Translation result with brackets replaced with standard quotation marks. The bold part is what was disappeared from the result with brackets.

The girl took out a match and rubbed it, and the match started glowing!
English translation result. Somehow it omitted only the part with brackets.


This behavior is highly erratic and sometimes the translator fully translates a sentence with special characters just fine. I suspect that the system has fundamental issue with how it handles multiple Asian special characters. This isn't much of an issue when translating ordinary documents and pages which uses those characters sparingly, but a grievous problem when translating literary works as sentences or even paragraphs can go missing.
Locked
Informational notification.
This question is locked and replying has been disabled.
Community content may not be verified or up-to-date. Learn more.
Recommended Answer
Sep 6, 2023
>>"I'd reckon an external action would be warranted to prevent the translation result from being worse than other machine translators.

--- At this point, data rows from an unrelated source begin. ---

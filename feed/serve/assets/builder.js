// The builder page: reads the form, asks the server for a preview of seven
// days from the date chosen (/at.json) and shows the subscribe links it returns.
// The form may open filled by the server from the page's query (the table's
// "make another" link): the preview is asked for as soon as the page loads.
"use strict";

// parseAngle reads decimal degrees ("-33.45") or degrees, minutes and
// seconds with a hemisphere letter ("33°27′S", "33 27 0 S", "S 33.45").
// neg is the letter that makes the value negative ("S" or "W"); pos the
// other. It returns a number or null.
function parseAngle(text, pos, neg) {
  let s = text.trim().toUpperCase().replace(",", ".");
  if (s === "") return null;
  let sign = 1;
  const letters = s.match(/[NSEW]/g);
  if (letters) {
    if (letters.length > 1) return null;
    if (letters[0] === neg) sign = -1;
    else if (letters[0] !== pos) return null;
    s = s.replace(/[NSEW]/, " ");
  }
  if (/^\s*[+-]?\d+(\.\d+)?\s*°?\s*$/.test(s)) {
    const v = parseFloat(s.replace("°", ""));
    if (letters && v < 0) return null;
    return sign * v;
  }
  const parts = s.split(/[°º'′’"″”\s]+/).filter((p) => p !== "");
  if (parts.length < 2 || parts.length > 3 || parts.some((p) => !/^\d+(\.\d+)?$/.test(p))) return null;
  const [d, m, sec] = [parseFloat(parts[0]), parseFloat(parts[1]), parseFloat(parts[2] || "0")];
  if (m >= 60 || sec >= 60) return null;
  return sign * (d + m / 60 + sec / 3600);
}

const $ = (id) => document.getElementById(id);

function query(withStart) {
  const lat = parseAngle($("lat").value, "N", "S");
  const lon = parseAngle($("lon").value, "E", "W");
  if (lat === null || lat < -90 || lat > 90) return { error: "Latitude: enter decimal degrees (−90 to 90) or degrees, minutes, seconds with N or S.", field: "lat" };
  if (lon === null || lon < -180 || lon > 180) return { error: "Longitude: enter decimal degrees (−180 to 180) or degrees, minutes, seconds with E or W.", field: "lon" };
  const p = new URLSearchParams();
  p.set("lat", lat.toFixed(4));
  p.set("lon", lon.toFixed(4));
  const kinds = [...document.querySelectorAll("input[name=kinds]:checked")].map((c) => c.value);
  if (kinds.length === 0 && $("lighting").value === "") return { error: "Choose at least one kind of event." };
  if (kinds.length) p.set("kinds", kinds.join(","));
  const num = (id) => $(id).value.trim();
  if (num("elev") !== "" && num("elev") !== "0") p.set("elev", num("elev"));
  const horizon = num("horizon").replace(/\s+/g, "");
  if (horizon !== "") p.set("horizon", horizon); // 0 too: a level horizon, without the dip of the elevation
  if ($("name").value.trim() !== "") p.set("name", $("name").value.trim());
  if ($("tz").value.trim() !== "") p.set("tz", $("tz").value.trim());
  if (num("alarm") !== "" && num("alarm") !== "0") p.set("alarm", num("alarm") + "m");
  if (num("lighting") !== "") p.set("lighting", hours(parseFloat(num("lighting"))));
  const offsets = [...document.querySelectorAll("input.offset")]
    .filter((o) => o.value.trim() !== "" && o.value.trim() !== "0" && kinds.includes(o.dataset.kind))
    .map((o) => o.dataset.kind + ":" + Math.round(parseFloat(o.value)) + "m");
  if (offsets.length) p.set("offsets", offsets.join(","));
  // until a date is chosen, the preview is from today at the place, which
  // the server takes when no start is given: the date the page came with
  // is the server's, a day off where the place's date is not (render); a
  // date the page's link gave (data-chosen) is chosen
  const start = $("start");
  if (withStart && start.value && (start.value !== start.defaultValue || "chosen" in start.dataset)) p.set("start", start.value);
  // the length of the table the share link opens, when the page's link
  // gave one (a table's "make another"): the preview is of seven days
  if ($("days").value) p.set("days", $("days").value);
  return { params: p };
}

// hours writes a number of hours, as the lighting input takes it, as a
// duration in the hours the input shows: 16 is "16h", 16.5 "16h30m", -0.5
// "-0h30m", so that a refused value is told back as it was given ("30h",
// not "1800m").
function hours(h) {
  if (h < 0) return "-" + hours(-h);
  const whole = Math.trunc(h);
  const min = Math.round((h - whole) * 60);
  return whole + "h" + (min ? min + "m" : "");
}

// The inputs whose server parameter has the same name: a refused query
// ("serve: parameter tz=…") is shown at its input as well.
const paramInputs = ["lat", "lon", "elev", "horizon", "name", "tz", "alarm", "lighting", "start"];

// show writes msg in the result (announced) and, when it is about an input
// that holds something, under that input too, which it marks invalid: on a
// phone the result is screens below the place.
function show(msg, field) {
  const m = $("message");
  m.textContent = msg;
  m.hidden = !msg;
  $("result").classList.toggle("stale", !!msg);
  const err = $("field-error");
  for (const el of document.querySelectorAll("[aria-invalid]")) {
    el.removeAttribute("aria-invalid");
    const ids = (el.getAttribute("aria-describedby") || "").split(" ").filter((id) => id && id !== "field-error");
    if (ids.length) el.setAttribute("aria-describedby", ids.join(" "));
    else el.removeAttribute("aria-describedby");
  }
  const input = msg && field ? $(field) : null;
  if (!input || input.value.trim() === "") {
    err.hidden = true;
    return;
  }
  input.setAttribute("aria-invalid", "true");
  input.setAttribute("aria-describedby", ((input.getAttribute("aria-describedby") || "") + " field-error").trim());
  err.textContent = msg;
  (input.closest(".grid") || input.closest(".field")).after(err);
  err.hidden = false;
}

function render(res) {
  $("result").classList.add("ready");
  $("webcal").href = res.webcal;
  $("https").value = res.https;
  $("page").href = res.page;
  $("qr").src = res.qr;
  $("tz-found").textContent = res.zone + (res.zone_found ? " (found from the coordinates)" : "");
  $("zone-note").textContent = "(times in " + res.zone + ")";
  // the days are those from the date chosen ("Preview from"), the next
  // ones or not
  // (fewer for a link's table of fewer days)
  const n = res.days.length;
  if (n) {
    // the date kept whole on one line, as the table's dates are
    const date = document.createElement("span");
    date.className = "date";
    date.textContent = res.days[0].date;
    $("days-h").replaceChildren((n === 7 ? "Seven days" : n === 1 ? "1 day" : n + " days") + " from " + res.days[0].weekday + " ", date);
  }
  // a date not chosen shows the first day previewed: today at the place
  const start = $("start");
  if (res.days.length && start.value === start.defaultValue) start.defaultValue = start.value = res.days[0].date;
  $("span-note").textContent = keepUnits(res.subscribe_note);
  const box = $("preview");
  box.textContent = "";
  const table = document.createElement("table");
  table.className = "days";
  const body = table.createTBody();
  for (const day of res.days) {
    const row = body.insertRow();
    const th = document.createElement("th");
    th.scope = "row";
    const date = document.createElement("span");
    date.className = "date";
    date.textContent = day.date;
    th.append(day.weekday + " ", date);
    row.appendChild(th);
    const td = row.insertCell();
    if (day.clocks) {
      // the times of the row shift with the clocks: say so first
      const p = document.createElement("p");
      p.className = "clocks";
      p.textContent = keepUnits(day.clocks);
      td.appendChild(p);
    }
    if (day.entries.length === 0) td.append("—");
    const ul = document.createElement("ul");
    for (const e of day.entries) {
      const li = document.createElement("li");
      li.dataset.kind = e.kind;
      if (e.time) {
        const t = document.createElement("span");
        t.className = "t";
        t.textContent = e.when || e.time + (e.end ? "–" + e.end : "");
        li.appendChild(t);
        li.appendChild(document.createTextNode(" "));
      }
      li.appendChild(document.createTextNode(keepUnits(e.title)));
      if (e.clocks) {
        // a change of the clocks during the span, as its description says
        const c = document.createElement("span");
        c.className = "during";
        c.textContent = keepUnits(e.clocks);
        li.append(" ", c);
      }
      ul.appendChild(li);
    }
    if (day.entries.length) td.appendChild(ul);
  }
  box.appendChild(table);
  // A screen reader hears that the preview changed, in one line, not the
  // whole table again after each key typed; the line is emptied first so
  // that the same words are announced again.
  const count = res.days.reduce((sum, day) => sum + day.entries.length, 0);
  const status = $("preview-status");
  status.textContent = "";
  setTimeout(() => {
    status.textContent = "Preview updated: " + $("days-h").textContent + ", " + count + (count === 1 ? " entry" : " entries") + ", times in " + res.zone + ".";
  }, 100);
}

// keepUnits joins a number and its unit ("16 h", "45 min", "+1 day"), the
// hours and minutes of one length ("9 h 05 min") and the day, month and
// year of a date ("2 Jul", "5 Dec 2026") with no-break spaces, as the
// server's publish.KeepUnits does for the page /at and the index page: a
// narrow screen breaks a line elsewhere. The JSON keeps its plain spaces.
const month = "(January|February|March|April|May|June|July|August|September|October|November|December|Jan|Feb|Mar|Apr|Jun|Jul|Aug|Sep|Oct|Nov|Dec)\\b";
function keepUnits(s) {
  return s.replace(/(\d) (h|min|s|days?|k?m)\b/g, "$1\u00a0$2").replace(/(\d\u00a0h) (\d+\u00a0min)/g, "$1\u00a0$2")
    .replace(new RegExp("(\\d) " + month, "g"), "$1\u00a0$2").replace(new RegExp("\\b" + month + " (\\d{4})\\b", "g"), "$1\u00a0$2");
}

let timer = 0;
let seq = 0;
function update() {
  clearTimeout(timer);
  timer = setTimeout(async () => {
    const q = query(true);
    if (q.error) {
      if ($("lat").value || $("lon").value) show(q.error, q.field);
      return;
    }
    const mine = ++seq;
    try {
      // relative: a proxy may serve the page under a path of its site
      const r = await fetch("at.json?" + q.params.toString());
      const text = await r.text();
      if (mine !== seq) return;
      if (!r.ok) {
        const named = text.match(/^serve: parameter (\w+)=/);
        show(text.trim().replace(/^serve: /, ""), named && paramInputs.includes(named[1]) ? named[1] : "");
        return;
      }
      show("");
      render(JSON.parse(text));
      document.body.dataset.previewed = String(mine);
    } catch (err) {
      if (mine === seq) show("The server could not be reached: " + err.message);
    }
  }, 250);
}

function locate() {
  const status = $("locate-status");
  if (!navigator.geolocation) {
    status.textContent = "This browser cannot tell its location.";
    return;
  }
  status.textContent = "Asking the browser for your location…";
  navigator.geolocation.getCurrentPosition(
    (pos) => {
      $("lat").value = pos.coords.latitude.toFixed(4);
      $("lon").value = pos.coords.longitude.toFixed(4);
      if (pos.coords.altitude != null) $("elev").value = Math.round(pos.coords.altitude);
      status.textContent = "Location filled in.";
      update();
    },
    (err) => { status.textContent = "No location: " + err.message; },
    { enableHighAccuracy: false, timeout: 15000 }
  );
}

async function copy() {
  const field = $("https");
  let ok = false;
  try {
    await navigator.clipboard.writeText(field.value);
    ok = true;
  } catch (_) {
    field.select();
    ok = document.execCommand && document.execCommand("copy");
  }
  $("copy-status").textContent = ok ? "Copied." : "Select the address and copy it.";
}

document.addEventListener("DOMContentLoaded", () => {
  const form = $("builder");
  if (!form) return;
  form.addEventListener("input", update);
  form.addEventListener("change", update);
  form.addEventListener("submit", (e) => { e.preventDefault(); update(); });
  $("locate").addEventListener("click", locate);
  $("copy").addEventListener("click", copy);
  update();
});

I"
This is not how Google works ...Google is about full automation (in all of its products....not just Translate.)

>>"For the copyright part the sample texts are from Japanese copyright-free library, Aozora Bunko. I'm not sure if it is relevant at all unless the translator can distinguish a copyrighted sentence(?) from others.
Library gets permission to use copyrighted text; You cannot translate text that you don't hold the copyrights.
Community Manager Keerthana V recommended this
Helpful?
All Replies (3)
Sep 6, 2023
This could happen in any language when the AI cannot fully recognize the text and its context;
AI is far from being perfect....
Note: Translate is not designed to Translate literature. This is a copyrighted text (I would not be surprised if this was be the reason - however, Google does not disclose)
[edited:typo]
Last edited Sep 6, 2023
Sep 6, 2023
I understand that AI is unable to recognize the context of a sentence. However this behavior, as I've demonstrated, occurs specifically when special characters are involved rather than some sort of complex dialogue. If a translator AI is somehow unable to process those special characters I'd reckon an external action would be warranted to prevent the translation result from being worse than other machine translators. If it isn't possible, it should at least leave that part untouched rather than outright removing it.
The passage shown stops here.